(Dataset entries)
════════════════════

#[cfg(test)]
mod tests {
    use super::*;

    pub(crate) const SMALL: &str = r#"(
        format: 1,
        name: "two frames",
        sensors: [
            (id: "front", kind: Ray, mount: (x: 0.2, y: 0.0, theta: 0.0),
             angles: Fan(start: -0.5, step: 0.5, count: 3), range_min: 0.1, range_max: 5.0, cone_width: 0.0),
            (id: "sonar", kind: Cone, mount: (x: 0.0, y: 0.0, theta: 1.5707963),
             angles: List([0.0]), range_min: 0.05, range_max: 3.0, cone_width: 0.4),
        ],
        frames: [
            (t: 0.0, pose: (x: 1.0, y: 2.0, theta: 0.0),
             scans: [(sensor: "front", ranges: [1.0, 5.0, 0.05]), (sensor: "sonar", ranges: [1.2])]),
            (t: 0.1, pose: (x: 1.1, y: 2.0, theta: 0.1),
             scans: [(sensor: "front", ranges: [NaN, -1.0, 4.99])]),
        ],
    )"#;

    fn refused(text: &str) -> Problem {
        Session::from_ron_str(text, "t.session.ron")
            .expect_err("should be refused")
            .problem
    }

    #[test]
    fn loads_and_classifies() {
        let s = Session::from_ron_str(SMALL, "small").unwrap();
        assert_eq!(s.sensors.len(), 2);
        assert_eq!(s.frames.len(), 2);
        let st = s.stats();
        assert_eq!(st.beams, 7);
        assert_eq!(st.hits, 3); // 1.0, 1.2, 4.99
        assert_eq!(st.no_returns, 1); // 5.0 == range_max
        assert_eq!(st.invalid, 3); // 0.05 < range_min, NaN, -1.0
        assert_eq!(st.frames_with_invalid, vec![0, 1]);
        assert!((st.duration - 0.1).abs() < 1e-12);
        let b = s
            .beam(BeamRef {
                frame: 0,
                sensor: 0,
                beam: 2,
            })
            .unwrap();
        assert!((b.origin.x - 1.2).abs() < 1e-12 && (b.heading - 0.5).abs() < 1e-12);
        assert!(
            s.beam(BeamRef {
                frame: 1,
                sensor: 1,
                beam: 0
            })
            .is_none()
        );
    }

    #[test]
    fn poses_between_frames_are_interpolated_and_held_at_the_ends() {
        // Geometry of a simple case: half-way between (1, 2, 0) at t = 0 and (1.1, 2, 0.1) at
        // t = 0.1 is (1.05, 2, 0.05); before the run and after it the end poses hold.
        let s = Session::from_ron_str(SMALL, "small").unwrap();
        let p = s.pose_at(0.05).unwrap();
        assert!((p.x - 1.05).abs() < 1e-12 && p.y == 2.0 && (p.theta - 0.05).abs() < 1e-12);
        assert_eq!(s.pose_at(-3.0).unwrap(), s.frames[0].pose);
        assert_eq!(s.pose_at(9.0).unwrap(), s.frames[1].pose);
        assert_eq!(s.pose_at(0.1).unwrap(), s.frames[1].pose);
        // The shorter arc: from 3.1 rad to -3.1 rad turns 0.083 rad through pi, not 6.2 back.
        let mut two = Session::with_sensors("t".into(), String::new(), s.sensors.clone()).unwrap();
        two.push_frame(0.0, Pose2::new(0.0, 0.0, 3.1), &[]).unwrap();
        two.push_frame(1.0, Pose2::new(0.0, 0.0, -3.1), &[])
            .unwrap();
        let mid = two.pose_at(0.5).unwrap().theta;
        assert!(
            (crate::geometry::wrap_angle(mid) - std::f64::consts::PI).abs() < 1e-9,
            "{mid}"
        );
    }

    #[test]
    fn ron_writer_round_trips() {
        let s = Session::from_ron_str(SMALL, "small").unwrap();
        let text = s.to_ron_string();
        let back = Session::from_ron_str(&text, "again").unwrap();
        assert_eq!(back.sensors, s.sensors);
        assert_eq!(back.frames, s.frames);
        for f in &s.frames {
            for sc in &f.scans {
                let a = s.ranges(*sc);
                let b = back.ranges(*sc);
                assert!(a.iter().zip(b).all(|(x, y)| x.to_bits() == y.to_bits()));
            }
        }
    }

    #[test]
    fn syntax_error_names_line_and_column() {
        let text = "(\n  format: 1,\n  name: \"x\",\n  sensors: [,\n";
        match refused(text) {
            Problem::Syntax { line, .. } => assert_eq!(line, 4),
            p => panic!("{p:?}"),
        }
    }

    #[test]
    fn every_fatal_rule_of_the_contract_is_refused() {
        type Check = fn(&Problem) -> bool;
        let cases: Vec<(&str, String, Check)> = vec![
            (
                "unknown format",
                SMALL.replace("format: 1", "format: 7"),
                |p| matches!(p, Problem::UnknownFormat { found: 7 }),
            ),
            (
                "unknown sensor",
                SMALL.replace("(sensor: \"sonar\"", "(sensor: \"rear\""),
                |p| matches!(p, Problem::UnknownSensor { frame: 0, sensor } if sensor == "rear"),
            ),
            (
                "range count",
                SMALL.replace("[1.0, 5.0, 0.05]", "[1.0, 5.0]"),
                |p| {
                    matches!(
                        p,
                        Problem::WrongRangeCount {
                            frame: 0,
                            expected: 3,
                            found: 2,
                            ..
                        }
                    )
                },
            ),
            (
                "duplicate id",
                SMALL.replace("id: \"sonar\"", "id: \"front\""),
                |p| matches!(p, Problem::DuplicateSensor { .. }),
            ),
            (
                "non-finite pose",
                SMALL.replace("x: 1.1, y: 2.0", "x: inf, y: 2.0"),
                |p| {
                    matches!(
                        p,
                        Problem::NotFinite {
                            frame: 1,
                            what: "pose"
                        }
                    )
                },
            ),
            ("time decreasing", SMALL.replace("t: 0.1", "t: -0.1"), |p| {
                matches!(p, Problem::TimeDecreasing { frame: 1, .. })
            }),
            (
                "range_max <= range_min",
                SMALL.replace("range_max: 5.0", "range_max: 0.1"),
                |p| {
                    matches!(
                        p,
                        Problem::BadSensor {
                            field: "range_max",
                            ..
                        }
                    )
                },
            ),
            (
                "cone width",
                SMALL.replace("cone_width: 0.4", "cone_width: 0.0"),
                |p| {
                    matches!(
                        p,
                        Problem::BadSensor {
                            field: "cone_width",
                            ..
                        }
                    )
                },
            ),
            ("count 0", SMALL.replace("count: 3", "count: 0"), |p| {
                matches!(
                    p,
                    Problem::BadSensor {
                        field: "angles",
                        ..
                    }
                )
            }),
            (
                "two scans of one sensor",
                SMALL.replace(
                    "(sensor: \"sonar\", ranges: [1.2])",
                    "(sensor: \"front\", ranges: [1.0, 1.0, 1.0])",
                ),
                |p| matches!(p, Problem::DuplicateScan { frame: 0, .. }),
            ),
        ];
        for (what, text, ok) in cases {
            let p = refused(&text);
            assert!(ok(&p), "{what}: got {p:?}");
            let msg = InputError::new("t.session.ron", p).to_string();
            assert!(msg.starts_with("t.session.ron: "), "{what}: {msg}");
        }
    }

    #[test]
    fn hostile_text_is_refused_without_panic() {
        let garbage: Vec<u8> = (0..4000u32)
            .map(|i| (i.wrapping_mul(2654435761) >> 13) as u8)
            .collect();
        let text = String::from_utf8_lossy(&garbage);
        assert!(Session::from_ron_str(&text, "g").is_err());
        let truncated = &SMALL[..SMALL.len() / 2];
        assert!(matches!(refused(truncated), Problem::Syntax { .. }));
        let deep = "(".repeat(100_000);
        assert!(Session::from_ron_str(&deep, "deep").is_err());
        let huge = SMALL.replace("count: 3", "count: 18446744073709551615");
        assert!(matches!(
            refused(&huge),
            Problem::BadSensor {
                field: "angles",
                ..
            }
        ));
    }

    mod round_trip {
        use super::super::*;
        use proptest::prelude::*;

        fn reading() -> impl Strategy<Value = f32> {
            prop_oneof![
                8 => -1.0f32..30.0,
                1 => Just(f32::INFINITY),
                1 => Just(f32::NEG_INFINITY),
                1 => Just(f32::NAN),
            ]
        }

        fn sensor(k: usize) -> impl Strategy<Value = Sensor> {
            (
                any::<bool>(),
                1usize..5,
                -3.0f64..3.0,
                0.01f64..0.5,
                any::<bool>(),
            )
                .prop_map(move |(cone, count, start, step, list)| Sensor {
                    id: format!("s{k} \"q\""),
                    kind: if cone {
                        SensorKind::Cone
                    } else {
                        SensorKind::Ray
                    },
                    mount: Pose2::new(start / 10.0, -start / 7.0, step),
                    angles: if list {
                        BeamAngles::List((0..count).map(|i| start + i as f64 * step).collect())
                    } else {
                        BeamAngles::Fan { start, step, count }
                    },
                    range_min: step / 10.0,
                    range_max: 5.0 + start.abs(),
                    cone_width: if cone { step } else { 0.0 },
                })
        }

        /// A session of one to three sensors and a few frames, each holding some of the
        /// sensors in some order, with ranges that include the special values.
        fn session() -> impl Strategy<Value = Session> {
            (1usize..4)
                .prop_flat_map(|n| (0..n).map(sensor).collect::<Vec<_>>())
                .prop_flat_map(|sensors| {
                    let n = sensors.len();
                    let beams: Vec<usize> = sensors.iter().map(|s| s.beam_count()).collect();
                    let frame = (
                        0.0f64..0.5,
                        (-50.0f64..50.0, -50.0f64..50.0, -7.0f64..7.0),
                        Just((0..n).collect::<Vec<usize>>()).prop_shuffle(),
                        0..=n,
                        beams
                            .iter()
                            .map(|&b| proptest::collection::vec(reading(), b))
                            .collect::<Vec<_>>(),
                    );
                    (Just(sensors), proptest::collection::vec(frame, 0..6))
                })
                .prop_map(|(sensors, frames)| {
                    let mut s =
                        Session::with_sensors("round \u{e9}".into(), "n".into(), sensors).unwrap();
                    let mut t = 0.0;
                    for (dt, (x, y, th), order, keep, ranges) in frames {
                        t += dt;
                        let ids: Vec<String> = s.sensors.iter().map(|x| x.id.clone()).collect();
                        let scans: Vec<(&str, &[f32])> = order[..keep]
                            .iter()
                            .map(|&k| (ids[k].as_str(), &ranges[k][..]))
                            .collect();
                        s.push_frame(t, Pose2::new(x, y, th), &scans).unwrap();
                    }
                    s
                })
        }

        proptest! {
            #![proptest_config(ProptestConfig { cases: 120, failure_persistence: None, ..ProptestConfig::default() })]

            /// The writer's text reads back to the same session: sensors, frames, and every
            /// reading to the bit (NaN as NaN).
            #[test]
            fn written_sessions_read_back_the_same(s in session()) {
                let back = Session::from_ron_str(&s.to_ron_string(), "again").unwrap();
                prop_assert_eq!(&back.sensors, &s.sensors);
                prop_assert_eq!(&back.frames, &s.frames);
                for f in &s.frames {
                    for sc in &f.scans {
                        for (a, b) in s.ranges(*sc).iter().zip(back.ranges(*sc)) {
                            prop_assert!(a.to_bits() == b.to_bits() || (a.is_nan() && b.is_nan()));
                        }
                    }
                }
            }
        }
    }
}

════════════════════

(Activity): List all lines from the entries that include the word "Strategy".

(Answer to this task):
        fn reading() -> impl Strategy<Value = f32> {
        fn sensor(k: usize) -> impl Strategy<Value = Sensor> {
        fn session() -> impl Strategy<Value = Session> {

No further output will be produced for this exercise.